**TASK TO CARRY OUT:** Of the entries below, return only those lines from the line with "assert word in message" to the line with "assert DEFINITION_ATTR not", exactly, both included.

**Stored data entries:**
---*---

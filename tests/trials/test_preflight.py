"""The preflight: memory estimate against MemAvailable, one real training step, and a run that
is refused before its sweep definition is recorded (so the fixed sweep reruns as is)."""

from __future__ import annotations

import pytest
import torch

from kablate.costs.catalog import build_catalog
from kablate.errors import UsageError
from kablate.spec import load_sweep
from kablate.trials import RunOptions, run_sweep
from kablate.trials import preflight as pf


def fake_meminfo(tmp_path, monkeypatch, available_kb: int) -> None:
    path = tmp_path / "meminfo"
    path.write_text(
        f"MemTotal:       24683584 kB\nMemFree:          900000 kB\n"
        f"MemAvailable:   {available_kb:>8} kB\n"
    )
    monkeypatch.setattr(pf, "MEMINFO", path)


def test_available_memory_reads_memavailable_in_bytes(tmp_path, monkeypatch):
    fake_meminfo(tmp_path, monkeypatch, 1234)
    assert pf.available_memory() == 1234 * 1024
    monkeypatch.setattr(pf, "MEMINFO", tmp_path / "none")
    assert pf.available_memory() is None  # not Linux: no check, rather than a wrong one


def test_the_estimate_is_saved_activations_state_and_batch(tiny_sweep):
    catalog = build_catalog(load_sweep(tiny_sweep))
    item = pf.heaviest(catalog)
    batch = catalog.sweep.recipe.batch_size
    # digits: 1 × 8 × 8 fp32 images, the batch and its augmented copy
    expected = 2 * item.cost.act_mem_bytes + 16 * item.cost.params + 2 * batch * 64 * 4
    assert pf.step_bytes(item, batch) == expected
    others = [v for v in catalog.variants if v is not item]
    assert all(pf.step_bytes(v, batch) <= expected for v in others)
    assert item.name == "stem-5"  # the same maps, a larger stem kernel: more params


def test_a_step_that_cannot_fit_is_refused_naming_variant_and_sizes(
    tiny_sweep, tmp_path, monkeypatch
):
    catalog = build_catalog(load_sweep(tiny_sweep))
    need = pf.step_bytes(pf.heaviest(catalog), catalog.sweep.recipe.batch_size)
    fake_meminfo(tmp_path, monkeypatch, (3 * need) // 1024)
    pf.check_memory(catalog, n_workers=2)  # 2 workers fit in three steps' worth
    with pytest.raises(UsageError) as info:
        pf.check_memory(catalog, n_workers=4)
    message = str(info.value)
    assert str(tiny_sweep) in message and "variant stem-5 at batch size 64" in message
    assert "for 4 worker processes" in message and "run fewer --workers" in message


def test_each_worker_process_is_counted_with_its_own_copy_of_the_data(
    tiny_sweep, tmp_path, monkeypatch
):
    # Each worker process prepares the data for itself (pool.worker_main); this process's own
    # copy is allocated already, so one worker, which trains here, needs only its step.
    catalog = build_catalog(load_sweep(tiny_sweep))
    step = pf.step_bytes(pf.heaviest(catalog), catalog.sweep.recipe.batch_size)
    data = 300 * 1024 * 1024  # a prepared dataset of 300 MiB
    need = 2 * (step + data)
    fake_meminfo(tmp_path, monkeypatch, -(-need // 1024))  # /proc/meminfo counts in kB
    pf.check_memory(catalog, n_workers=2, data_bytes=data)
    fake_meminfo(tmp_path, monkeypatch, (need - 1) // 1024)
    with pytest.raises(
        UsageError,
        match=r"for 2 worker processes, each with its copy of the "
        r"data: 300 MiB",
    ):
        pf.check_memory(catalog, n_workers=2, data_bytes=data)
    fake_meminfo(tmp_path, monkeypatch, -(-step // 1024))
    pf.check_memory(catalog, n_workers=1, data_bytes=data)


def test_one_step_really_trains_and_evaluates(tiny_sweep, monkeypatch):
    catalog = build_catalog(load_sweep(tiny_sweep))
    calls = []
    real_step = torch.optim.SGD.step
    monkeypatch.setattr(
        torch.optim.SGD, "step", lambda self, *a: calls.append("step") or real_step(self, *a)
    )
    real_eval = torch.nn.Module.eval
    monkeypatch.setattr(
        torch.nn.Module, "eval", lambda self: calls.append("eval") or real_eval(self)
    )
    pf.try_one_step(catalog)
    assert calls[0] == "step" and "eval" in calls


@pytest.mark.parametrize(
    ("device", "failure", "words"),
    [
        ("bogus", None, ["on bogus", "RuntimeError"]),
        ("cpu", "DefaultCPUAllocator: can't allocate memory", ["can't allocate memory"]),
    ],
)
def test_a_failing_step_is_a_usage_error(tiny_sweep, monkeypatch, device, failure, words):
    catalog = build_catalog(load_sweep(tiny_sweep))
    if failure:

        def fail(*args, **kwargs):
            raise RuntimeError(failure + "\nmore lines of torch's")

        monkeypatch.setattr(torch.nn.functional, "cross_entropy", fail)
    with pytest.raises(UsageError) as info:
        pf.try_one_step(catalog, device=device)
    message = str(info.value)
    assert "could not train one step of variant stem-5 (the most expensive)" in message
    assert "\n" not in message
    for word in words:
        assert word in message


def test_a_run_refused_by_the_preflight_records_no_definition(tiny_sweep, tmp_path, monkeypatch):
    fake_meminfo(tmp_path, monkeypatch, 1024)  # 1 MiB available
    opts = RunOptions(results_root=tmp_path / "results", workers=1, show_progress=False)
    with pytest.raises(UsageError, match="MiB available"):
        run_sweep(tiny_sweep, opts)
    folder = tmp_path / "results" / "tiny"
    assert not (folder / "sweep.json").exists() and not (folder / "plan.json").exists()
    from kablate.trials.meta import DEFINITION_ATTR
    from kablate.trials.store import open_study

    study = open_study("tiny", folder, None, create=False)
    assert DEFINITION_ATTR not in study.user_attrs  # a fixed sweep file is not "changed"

---*---

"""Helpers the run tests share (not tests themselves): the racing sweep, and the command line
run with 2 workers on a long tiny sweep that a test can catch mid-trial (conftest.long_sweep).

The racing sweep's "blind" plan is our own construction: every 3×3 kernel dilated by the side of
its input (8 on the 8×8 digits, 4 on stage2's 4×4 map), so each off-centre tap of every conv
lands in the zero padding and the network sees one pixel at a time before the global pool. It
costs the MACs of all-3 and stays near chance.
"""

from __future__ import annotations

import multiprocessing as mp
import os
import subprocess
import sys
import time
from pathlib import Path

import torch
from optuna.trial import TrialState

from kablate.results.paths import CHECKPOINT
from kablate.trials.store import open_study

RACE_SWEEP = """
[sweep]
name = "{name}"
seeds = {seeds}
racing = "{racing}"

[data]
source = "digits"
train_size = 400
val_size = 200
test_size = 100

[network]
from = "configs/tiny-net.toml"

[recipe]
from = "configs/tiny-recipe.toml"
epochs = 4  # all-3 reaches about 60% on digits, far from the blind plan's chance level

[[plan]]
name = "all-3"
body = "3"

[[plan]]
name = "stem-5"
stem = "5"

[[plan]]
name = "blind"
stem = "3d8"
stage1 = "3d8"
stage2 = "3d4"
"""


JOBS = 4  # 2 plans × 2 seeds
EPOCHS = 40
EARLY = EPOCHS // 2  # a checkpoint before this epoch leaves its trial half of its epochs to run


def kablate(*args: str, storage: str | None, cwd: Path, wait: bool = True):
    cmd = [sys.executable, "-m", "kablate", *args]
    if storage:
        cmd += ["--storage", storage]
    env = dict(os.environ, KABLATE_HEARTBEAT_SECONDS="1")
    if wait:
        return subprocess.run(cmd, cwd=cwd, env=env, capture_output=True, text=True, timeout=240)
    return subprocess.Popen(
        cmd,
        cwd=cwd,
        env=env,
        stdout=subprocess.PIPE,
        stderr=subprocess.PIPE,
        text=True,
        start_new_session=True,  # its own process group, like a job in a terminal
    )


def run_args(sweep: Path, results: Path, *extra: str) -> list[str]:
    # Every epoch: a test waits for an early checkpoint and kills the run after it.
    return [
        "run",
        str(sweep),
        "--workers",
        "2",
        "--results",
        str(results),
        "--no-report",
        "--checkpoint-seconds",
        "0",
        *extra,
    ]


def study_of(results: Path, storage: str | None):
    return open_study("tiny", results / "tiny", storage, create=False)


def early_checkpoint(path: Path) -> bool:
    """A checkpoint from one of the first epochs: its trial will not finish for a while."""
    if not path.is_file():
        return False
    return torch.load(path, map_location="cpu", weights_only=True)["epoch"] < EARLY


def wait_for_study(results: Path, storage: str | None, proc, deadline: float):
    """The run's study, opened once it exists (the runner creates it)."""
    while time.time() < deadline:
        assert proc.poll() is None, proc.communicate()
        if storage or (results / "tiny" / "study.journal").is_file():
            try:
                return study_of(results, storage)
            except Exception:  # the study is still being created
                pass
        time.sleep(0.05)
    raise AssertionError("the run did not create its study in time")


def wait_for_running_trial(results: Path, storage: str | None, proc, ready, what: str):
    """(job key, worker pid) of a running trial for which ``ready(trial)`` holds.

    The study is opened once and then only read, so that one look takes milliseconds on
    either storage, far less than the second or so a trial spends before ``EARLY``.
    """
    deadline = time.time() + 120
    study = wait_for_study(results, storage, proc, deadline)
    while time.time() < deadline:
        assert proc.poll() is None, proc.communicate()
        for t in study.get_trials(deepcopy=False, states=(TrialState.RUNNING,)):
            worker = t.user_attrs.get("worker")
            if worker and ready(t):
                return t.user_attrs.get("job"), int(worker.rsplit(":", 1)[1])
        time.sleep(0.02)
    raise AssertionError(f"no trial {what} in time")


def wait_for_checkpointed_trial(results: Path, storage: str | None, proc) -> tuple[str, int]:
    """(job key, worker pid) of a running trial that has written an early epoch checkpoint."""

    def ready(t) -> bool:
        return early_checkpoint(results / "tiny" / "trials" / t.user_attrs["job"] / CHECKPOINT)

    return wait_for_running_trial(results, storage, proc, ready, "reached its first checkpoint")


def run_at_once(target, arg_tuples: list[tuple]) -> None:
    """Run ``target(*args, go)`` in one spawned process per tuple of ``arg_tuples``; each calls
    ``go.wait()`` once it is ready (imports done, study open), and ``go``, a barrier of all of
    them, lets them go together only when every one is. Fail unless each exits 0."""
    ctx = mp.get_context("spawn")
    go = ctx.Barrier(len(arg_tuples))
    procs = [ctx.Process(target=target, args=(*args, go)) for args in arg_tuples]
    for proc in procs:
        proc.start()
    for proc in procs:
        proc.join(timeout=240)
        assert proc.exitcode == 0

---*---

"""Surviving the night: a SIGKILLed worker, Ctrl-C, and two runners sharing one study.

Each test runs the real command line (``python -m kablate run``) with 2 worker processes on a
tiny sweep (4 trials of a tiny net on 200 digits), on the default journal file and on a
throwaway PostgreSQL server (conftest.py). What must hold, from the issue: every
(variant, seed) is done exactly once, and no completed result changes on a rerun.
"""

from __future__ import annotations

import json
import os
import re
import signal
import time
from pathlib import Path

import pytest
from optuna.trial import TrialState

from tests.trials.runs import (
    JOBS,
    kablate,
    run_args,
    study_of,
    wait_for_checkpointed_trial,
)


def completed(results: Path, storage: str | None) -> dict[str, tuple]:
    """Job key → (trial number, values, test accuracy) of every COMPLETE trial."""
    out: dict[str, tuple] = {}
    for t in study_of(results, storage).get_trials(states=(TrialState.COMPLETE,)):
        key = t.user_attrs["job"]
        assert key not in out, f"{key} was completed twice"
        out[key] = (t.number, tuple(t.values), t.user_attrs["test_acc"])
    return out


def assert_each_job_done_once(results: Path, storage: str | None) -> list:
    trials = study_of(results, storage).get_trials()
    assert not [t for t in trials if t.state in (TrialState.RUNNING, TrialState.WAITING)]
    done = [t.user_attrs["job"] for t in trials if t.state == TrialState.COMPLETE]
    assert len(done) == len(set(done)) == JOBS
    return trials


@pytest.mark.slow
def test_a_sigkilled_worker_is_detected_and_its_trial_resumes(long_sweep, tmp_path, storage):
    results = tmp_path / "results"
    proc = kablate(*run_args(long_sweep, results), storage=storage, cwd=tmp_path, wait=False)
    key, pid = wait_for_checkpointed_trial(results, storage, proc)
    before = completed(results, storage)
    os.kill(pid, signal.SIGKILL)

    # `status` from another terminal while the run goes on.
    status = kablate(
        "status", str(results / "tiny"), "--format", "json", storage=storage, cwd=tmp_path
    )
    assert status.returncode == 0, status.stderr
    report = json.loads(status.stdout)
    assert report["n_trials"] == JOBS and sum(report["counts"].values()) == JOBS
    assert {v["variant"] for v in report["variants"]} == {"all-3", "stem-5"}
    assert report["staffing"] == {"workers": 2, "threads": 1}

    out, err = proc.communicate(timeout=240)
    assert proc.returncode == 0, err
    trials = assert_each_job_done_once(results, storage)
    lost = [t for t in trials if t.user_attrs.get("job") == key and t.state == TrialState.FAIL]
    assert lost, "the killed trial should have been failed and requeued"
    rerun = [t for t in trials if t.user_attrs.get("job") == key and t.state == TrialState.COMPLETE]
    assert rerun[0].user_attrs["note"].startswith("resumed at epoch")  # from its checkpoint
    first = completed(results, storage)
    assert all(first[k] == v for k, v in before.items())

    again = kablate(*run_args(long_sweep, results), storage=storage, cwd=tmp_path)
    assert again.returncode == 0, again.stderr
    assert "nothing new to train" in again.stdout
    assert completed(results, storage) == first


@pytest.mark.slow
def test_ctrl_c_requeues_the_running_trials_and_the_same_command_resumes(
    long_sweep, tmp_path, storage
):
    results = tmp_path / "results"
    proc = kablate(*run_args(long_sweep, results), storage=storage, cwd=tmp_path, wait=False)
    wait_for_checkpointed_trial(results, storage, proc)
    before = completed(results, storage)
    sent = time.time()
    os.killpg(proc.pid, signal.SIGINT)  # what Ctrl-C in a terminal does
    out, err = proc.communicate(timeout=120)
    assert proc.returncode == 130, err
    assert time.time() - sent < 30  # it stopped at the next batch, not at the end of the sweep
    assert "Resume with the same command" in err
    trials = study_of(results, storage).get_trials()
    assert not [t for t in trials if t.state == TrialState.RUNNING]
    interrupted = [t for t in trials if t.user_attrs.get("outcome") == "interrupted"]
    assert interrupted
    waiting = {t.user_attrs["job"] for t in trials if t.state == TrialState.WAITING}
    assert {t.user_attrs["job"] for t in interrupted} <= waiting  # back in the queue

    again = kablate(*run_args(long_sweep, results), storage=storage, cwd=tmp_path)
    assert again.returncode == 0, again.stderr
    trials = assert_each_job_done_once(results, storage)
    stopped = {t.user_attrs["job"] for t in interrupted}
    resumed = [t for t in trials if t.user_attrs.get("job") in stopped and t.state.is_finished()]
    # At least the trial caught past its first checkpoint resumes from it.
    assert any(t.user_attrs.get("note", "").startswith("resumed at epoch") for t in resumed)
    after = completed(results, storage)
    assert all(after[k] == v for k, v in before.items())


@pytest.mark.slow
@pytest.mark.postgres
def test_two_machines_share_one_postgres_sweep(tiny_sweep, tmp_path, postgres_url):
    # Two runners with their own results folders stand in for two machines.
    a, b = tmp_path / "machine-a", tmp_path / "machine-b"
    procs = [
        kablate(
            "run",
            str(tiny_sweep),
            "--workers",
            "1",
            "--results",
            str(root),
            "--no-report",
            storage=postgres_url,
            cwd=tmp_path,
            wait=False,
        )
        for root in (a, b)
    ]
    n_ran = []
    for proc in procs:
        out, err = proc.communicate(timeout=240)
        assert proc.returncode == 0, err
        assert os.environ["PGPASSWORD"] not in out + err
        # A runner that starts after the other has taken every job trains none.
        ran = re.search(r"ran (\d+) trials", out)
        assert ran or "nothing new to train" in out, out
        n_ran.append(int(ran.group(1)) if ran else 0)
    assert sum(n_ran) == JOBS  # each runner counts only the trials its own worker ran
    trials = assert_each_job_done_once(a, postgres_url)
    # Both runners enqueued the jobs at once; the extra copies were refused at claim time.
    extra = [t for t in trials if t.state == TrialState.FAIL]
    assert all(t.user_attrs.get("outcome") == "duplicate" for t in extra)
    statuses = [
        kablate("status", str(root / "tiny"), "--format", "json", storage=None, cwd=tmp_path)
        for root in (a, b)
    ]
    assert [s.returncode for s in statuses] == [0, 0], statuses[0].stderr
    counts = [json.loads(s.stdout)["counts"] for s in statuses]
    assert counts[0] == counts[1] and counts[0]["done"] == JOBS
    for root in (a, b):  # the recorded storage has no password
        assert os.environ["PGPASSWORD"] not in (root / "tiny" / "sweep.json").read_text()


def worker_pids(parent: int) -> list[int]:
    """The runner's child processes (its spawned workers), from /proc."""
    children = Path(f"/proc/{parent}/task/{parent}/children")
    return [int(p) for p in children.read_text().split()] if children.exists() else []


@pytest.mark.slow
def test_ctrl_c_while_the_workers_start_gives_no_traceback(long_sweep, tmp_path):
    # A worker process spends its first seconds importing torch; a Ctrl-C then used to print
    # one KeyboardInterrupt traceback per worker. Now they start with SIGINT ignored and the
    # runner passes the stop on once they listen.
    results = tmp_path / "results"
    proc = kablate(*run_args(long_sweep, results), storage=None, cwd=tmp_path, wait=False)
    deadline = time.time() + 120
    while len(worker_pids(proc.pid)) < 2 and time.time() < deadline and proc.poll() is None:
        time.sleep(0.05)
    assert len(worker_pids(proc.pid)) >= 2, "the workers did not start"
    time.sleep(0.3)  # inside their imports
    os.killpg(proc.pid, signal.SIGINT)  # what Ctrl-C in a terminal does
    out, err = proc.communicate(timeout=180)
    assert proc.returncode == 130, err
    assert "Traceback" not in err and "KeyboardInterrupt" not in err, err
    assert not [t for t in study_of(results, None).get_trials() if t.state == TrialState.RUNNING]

---*---

**EXERCISE ANSWER:**
        assert word in message


def test_a_run_refused_by_the_preflight_records_no_definition(tiny_sweep, tmp_path, monkeypatch):
    fake_meminfo(tmp_path, monkeypatch, 1024)  # 1 MiB available
    opts = RunOptions(results_root=tmp_path / "results", workers=1, show_progress=False)
    with pytest.raises(UsageError, match="MiB available"):
        run_sweep(tiny_sweep, opts)
    folder = tmp_path / "results" / "tiny"
    assert not (folder / "sweep.json").exists() and not (folder / "plan.json").exists()
    from kablate.trials.meta import DEFINITION_ATTR
    from kablate.trials.store import open_study

    study = open_study("tiny", folder, None, create=False)
    assert DEFINITION_ATTR not in study.user_attrs  # a fixed sweep file is not "changed"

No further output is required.